Im Herbst dieses Jahres feiert das WSZ fünfzigjähriges Jubiläum. Für einen reibungslosen Betrieb ist das Dezernat Bau und Technik der Universität Leipzig mit seinem Team inklusive Badaufsicht zuständig. Der Bereichsleiter für den Campus Jahnallee, Gerd Appenfelder, zu den Anfängen: „Baustart war im Herbst 1968, drei Jahre später wurde der Komplex fertiggestellt. Laut Zeitzeugen gab es allerdings keine offizielle Einweihung. Die Hallen wurden bereits während der Bauphase genutzt. Wir denken über Aktionen nach, wie wir dieses Jubiläum begehen können, sofern es die Pandemie zulässt. Ich habe dazu mit verschiedenen Akteuren Kontakt aufgenommen.“  Die Bilanz des WSZ kann sich sehen lassen. Nicht nur die sportlichen Erfolge sind beeindruckend, auch die Ausstattung des Komplexes.

Technische Eckdaten

Das Schwimmbecken ist 50 Meter lang, 20,5 Meter breit und hat eine Wassertiefe von zwei Metern. Es ist mit 2.050.000 Litern Trinkwasser (allerdings behandelt) gefüllt. Diese Menge würde ausreichen, um drei Personen 15 Jahre lang mit Trinkwasser zu versorgen. Der Beckeninhalt wird ungefähr fünfeinhalbmal am Tag komplett gefiltert. Die Badewasserqualität des gesamten WSZ wird durch Eigenkontrollen etwa 18.000-mal pro Jahr gemessen, weitere 1.800 Messwerte werden im Labor untersucht.
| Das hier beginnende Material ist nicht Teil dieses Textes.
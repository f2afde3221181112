declare module '#auth-utils' {
  interface User {
    id: number
    email: string
    name: string
    role: import('../roles').Role
  }
  interface UserSession {
    loggedInAt: number
  }
  // kept in the sealed cookie only, never sent to the page (nuxt-auth-utils strips `secure`)
  interface SecureSessionData {
    sid: string
  }
}

export {}
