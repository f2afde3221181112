declare module '#auth-utils' {
  interface User {
    id: number
    email: string
    name: string
    role: 'coordinator' | 'safety' | 'crew'
  }
  interface UserSession {
    loggedInAt: number
  }
}

export {}
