function zoneFormatter(zone: string): Intl.DateTimeFormat {
  let formatter = ZONE_FORMATTERS.get(zone)
  if (!formatter) {
    if (!isValidTimeZone(zone)) throw new RangeError(`timezone must be an IANA time zone name, got "${zone}"`)
    formatter = new Intl.DateTimeFormat('en-US', {
      timeZone: zone, hourCycle: 'h23', year: 'numeric', month: 'numeric', day: 'numeric',
      hour: 'numeric', minute: 'numeric', second: 'numeric'
    })
    ZONE_FORMATTERS.set(zone, formatter)
  }
  return formatter
}

function probeZoneOffsetMs(zone: string, ms: number): number {
  const whole = Math.floor(ms / 1000) * 1000
  ZONE_PROBE_DATE.setTime(whole)
  const match = WALL_CLOCK_RE.exec(zoneFormatter(zone).format(ZONE_PROBE_DATE))
  if (!match) throw new RangeError(`cannot read the wall clock of ${zone}`)
  const [, mo, d, y, h, mi, s] = match.map(Number) as number[]
  return Date.UTC(y!, mo! - 1, d!, h!, mi!, s!) - whole
}

// The second at which the offset switches from its value at lo to its value at hi (lo < hi).
function bisectZoneChange(zone: string, lo: number, hi: number, loOffset: number): number {
  while (hi - lo > 1000) {
    const mid = Math.floor((lo + hi) / 2000) * 1000
    if (mid <= lo) break
    if (probeZoneOffsetMs(zone, mid) === loOffset) lo = mid
    else hi = mid
  }
  return hi
}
Im Normalbetrieb nutzen bis zu 1.600 Personen pro Tag die Schwimmhalle, bis zu 250.000 pro Jahr. Die Besuchertribüne fasst 300 Personen. Die Halle ist damit die einzige wettkampftaugliche Schwimmstätte in der Region.

Neben der Schwimmhalle gibt es weitere Hallen: Die Sprunghalle verfügt über Sprungtürme und -bretter: vom Einmeterbrett bis hin zum Zehn-Meter-Sprungturm. Auch Synchronspringen wird hier trainiert. Das Becken selbst ist 4,50 Meter tief und fasst 1.150 Kubikmeter Wasser. Weiterhin gibt es ein Lehrschwimm-, ein Kaltwasser- und ein Entspannungsbecken sowie Mehrzweckhallen, zum Beispiel für das Gymnastiktraining, und eine Trockensprunghalle, in der man nicht im kühlen Nass, sondern auf Schaumstoff landet.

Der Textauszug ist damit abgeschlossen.